周才小心翼翼的接住夫人丢来的那个名为打火机的东西,此时的他都已经忽略了鱼带来的惊讶了,
小心翼翼的拿着打火机开始打量,这可是好东西啊,夫人竟就这般随意的扔给他使用,
上面还有些他不认识的字符,也不知道是什么意思,满眼的惊奇,拿在手中爱不释手,小心翼翼生怕弄坏了一般,
打量了好一会儿,他才想起夫人的吩咐,学着昨日夫人的手势开始生火,
只是在他按下开关,随着“啪嗒”声响起,冒出火苗的时候,他还是惊吓了一下,按住的手一松,火苗又没了;
好神奇,太神奇了,可比他见过的火折子好用多了,
此时的他内心激动的握着打火机的手都有点颤抖,缓和了一下心中的激动,才重新按下开关,
用那火苗点燃细柴;
顾南枝这边则是在众目睽睽之下提着那两条鱼来到了陈强的面前,把鱼放下的同时也拿出了十两银子递过去,
“大人,可否卖我些油以及借铁锅一用?”
远远的看着顾南枝过来的时候,众解差基本上就已经猜到这人了她的目的了,不过这又是给银子,又是送鱼的,似乎也挺难让人拒绝的;
一出手就是十两,他们都不知道这个女子手中哪里来的钱,可不管哪里来的,这对于他们来说可是捞油水的好时候,
此女子如此懂规矩,简直让他们想做点什么都找不到理由,再一次让陈强心中燃起异样的眼光,在其他解差的目光之下,点了点头,
“可”
顾南枝很满意这样的交易,多简单,不用费事,又大摇大摆的拎着铁锅以及解差分给她的食用油回到了他们的位置把锅交给了周才,
“去刷干净”
周才先是小心翼翼的把打火机还给了顾南枝,这才提着铁锅去往河边;
顾南枝也没有因为周才眼中对于这个打火机的惊喜,热爱就把打火机送给他,想得美,她可没那么善良,别看是个小小的打火机,可那也是有限的;
君砚尘此时也已经被苍灵安顿好隔着棉被靠在大树上,只是眼神从顾南枝回来的时候就没有离开过她的身上;
顾南枝给的那一颗药丸,本苍灵心中是有点犹豫是否要给主子服下,可想起夫人给他们的伤药,以及这一天下来的表现,最终他还是选择相信,
拿给了君砚尘,君砚尘得知是顾南枝给的药丸也没有犹豫就服下了;
此时君砚尘这边安顿好了,苍灵也主动的走到顾南枝的身边询问到,“夫人,有什么需要属下做的?”

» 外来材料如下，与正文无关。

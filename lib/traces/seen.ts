// Which (trace id, span id) pairs were seen, so a span sent twice counts once. OTLP exporters resend
// a request whose answer they did not get ("Known Limitations · Duplicate Data" in the OTLP
// specification), and files are often concatenated exports. Our own hash set: a JavaScript Set of
// id strings costs about 100 bytes a span, this one 8 (two 32-bit hashes in open addressing), which
// is what lets a million-span file and a busy receiver remember every id. Two different spans share
// a 64-bit hash with probability about n²/2⁶⁵ (3·10⁻⁸ for a million spans).

/** The 64-bit hash of the last spanHash() call, as two 32-bit halves (no array per span). */
export const lastHash = { hi: 0, lo: 0 };

/** FNV-1a (32-bit) twice, with different offset bases, over "trace/span"; into lastHash. */
export function spanHash(trace: string, span: string): void {
  let a = 0x811c9dc5;
  let b = 0x01000193 ^ 0x5bd1e995;
  for (let i = 0; i < trace.length; i++) {
    const c = trace.charCodeAt(i);
    a = Math.imul(a ^ c, 0x01000193);
    b = Math.imul(b ^ c, 0x01000193) ^ (b >>> 15);
  }
  a = Math.imul(a ^ 47, 0x01000193);
  for (let i = 0; i < span.length; i++) {
    const c = span.charCodeAt(i);
    a = Math.imul(a ^ c, 0x01000193);
    b = Math.imul(b ^ c, 0x01000193) ^ (b >>> 15);
  }
  lastHash.hi = a >>> 0 || 1;
  lastHash.lo = b >>> 0;
}

function hash64(trace: string, span: string): [number, number] {
  spanHash(trace, span);
  return [lastHash.hi, lastHash.lo];
}

/** Open addressing with linear probing on a 64-bit key (hi, lo; hi never 0): the key's slot, or the empty one it would take. */
function slotOf(hi: Uint32Array, lo: Uint32Array, mask: number, h: number, l: number): number {
  let i = (h ^ Math.imul(l, 0x9e3779b1)) & mask;
  for (;;) {
    const s = hi[i]!;
    if (s === 0 || (s === h && lo[i] === l)) return i;
    i = (i + 1) & mask;
  }
}

/** A growing set of span ids (the whole of one file). */
export class SpanIdSet {
  private hi: Uint32Array;
  private lo: Uint32Array;
  private mask: number;
  size = 0;

  constructor(initialSlots = 1 << 12) {
    this.hi = new Uint32Array(initialSlots);
    this.lo = new Uint32Array(initialSlots);
    this.mask = initialSlots - 1;
  }

  private find(h: number, l: number): number {
    return slotOf(this.hi, this.lo, this.mask, h, l);
  }

  hasHash(h: number, l: number): boolean {
    return this.hi[this.find(h, l)] !== 0;
  }

  /** Adds; false when it was there already. */
  addHash(h: number, l: number): boolean {
    const i = this.find(h, l);
    if (this.hi[i] !== 0) return false;
    this.hi[i] = h;
    this.lo[i] = l;
    this.size++;
    if (this.size * 2 > this.hi.length) this.grow();
    return true;
  }

  add(trace: string, span: string): boolean {
    const [h, l] = hash64(trace, span);
    return this.addHash(h, l);
  }

  has(trace: string, span: string): boolean {
    const [h, l] = hash64(trace, span);
    return this.hasHash(h, l);
  }

  private grow(): void {
    const { hi, lo } = this;
    this.hi = new Uint32Array(hi.length * 2);
    this.lo = new Uint32Array(lo.length * 2);
    this.mask = this.hi.length - 1;
    for (let i = 0; i < hi.length; i++) {
      if (hi[i] !== 0) {
        const j = this.find(hi[i]!, lo[i]!);
        this.hi[j] = hi[i]!;
        this.lo[j] = lo[i]!;
      }
    }
  }
}

/**
 * The most recent span ids of a stream of requests, in bounded memory: two generations of at most
 * `perGeneration` ids each; when the newer fills, the older is dropped. Remembers at least the last
 * `perGeneration` ids — with the default, the last half million spans (minutes at thousands of
 * spans a second, well past any exporter's retry).
 */
export class RecentSpanIds {
  private current = new SpanIdSet();
  private previous = new SpanIdSet();

  constructor(private readonly perGeneration = 500_000) {}

  has(trace: string, span: string): boolean {
    const [h, l] = hash64(trace, span);
    return this.hasHash(h, l);
  }

  hasHash(h: number, l: number): boolean {
    return this.previous.hasHash(h, l) || this.current.hasHash(h, l);
  }

  addHash(h: number, l: number): boolean {
    if (this.previous.hasHash(h, l)) return false;
    if (!this.current.addHash(h, l)) return false;
    if (this.current.size >= this.perGeneration) {
      this.previous = this.current;
      this.current = new SpanIdSet();
    }
    return true;
  }

  add(trace: string, span: string): boolean {
    const [h, l] = hash64(trace, span);
    return this.addHash(h, l);
  }
}

/** Ids remembered across requests; a request's ids are added only once its fold is stored. */
export interface SpanIdMemory {
  hasHash(hi: number, lo: number): boolean;
  addHash(hi: number, lo: number): boolean;
}

/**
 * (trace id, span id) → a small integer, for one batch: the fold's lookups of children and parents
 * by id without building an id string a span (same hashing, same open addressing as SpanIdSet).
 */
export class SpanIndex {
  private readonly hi: Uint32Array;
  private readonly lo: Uint32Array;
  private readonly value: Int32Array;
  private readonly mask: number;

  constructor(expected: number) {
    let slots = 16;
    while (slots < expected * 2) slots *= 2;
    this.hi = new Uint32Array(slots);
    this.lo = new Uint32Array(slots);
    this.value = new Int32Array(slots);
    this.mask = slots - 1;
  }

  private find(h: number, l: number): number {
    return slotOf(this.hi, this.lo, this.mask, h, l);
  }

  /** Keeps the first value set for a key. */
  setIfAbsent(h: number, l: number, v: number): void {
    const i = this.find(h, l);
    if (this.hi[i] !== 0) return;
    this.hi[i] = h;
    this.lo[i] = l;
    this.value[i] = v;
  }

  /** The value, or -1. */
  get(h: number, l: number): number {
    const i = this.find(h, l);
    return this.hi[i] === 0 ? -1 : this.value[i]!;
  }
}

主动找事做,归主动找事做,苍灵心中对刚刚看到李管家手中的鱼还是有疑惑的,那鱼确定是这河里的鱼吗?
怎么看起来更像是养在府中供观赏的鱼?他想不通,还是老实做事吧!
主动找事做?
不错,还挺有眼力见,是个勤快人,
顾南枝对他的表现很满意,想了想,还真有事情要让他做的,
“等着”
说完,顾南枝又朝解差那边走去,解差们因为有了鱼,也准备着手煮鱼汤,而看到顾南枝又来了,又纷纷投来了关注的目光,好奇她又要做什么了;
只是这次顾南枝没有走向陈强,而是走向了钱老四,
钱老四表面淡定,可是内心想要骂娘,不是好好的这姑奶奶又来找他做什么?老大在那边啊!!!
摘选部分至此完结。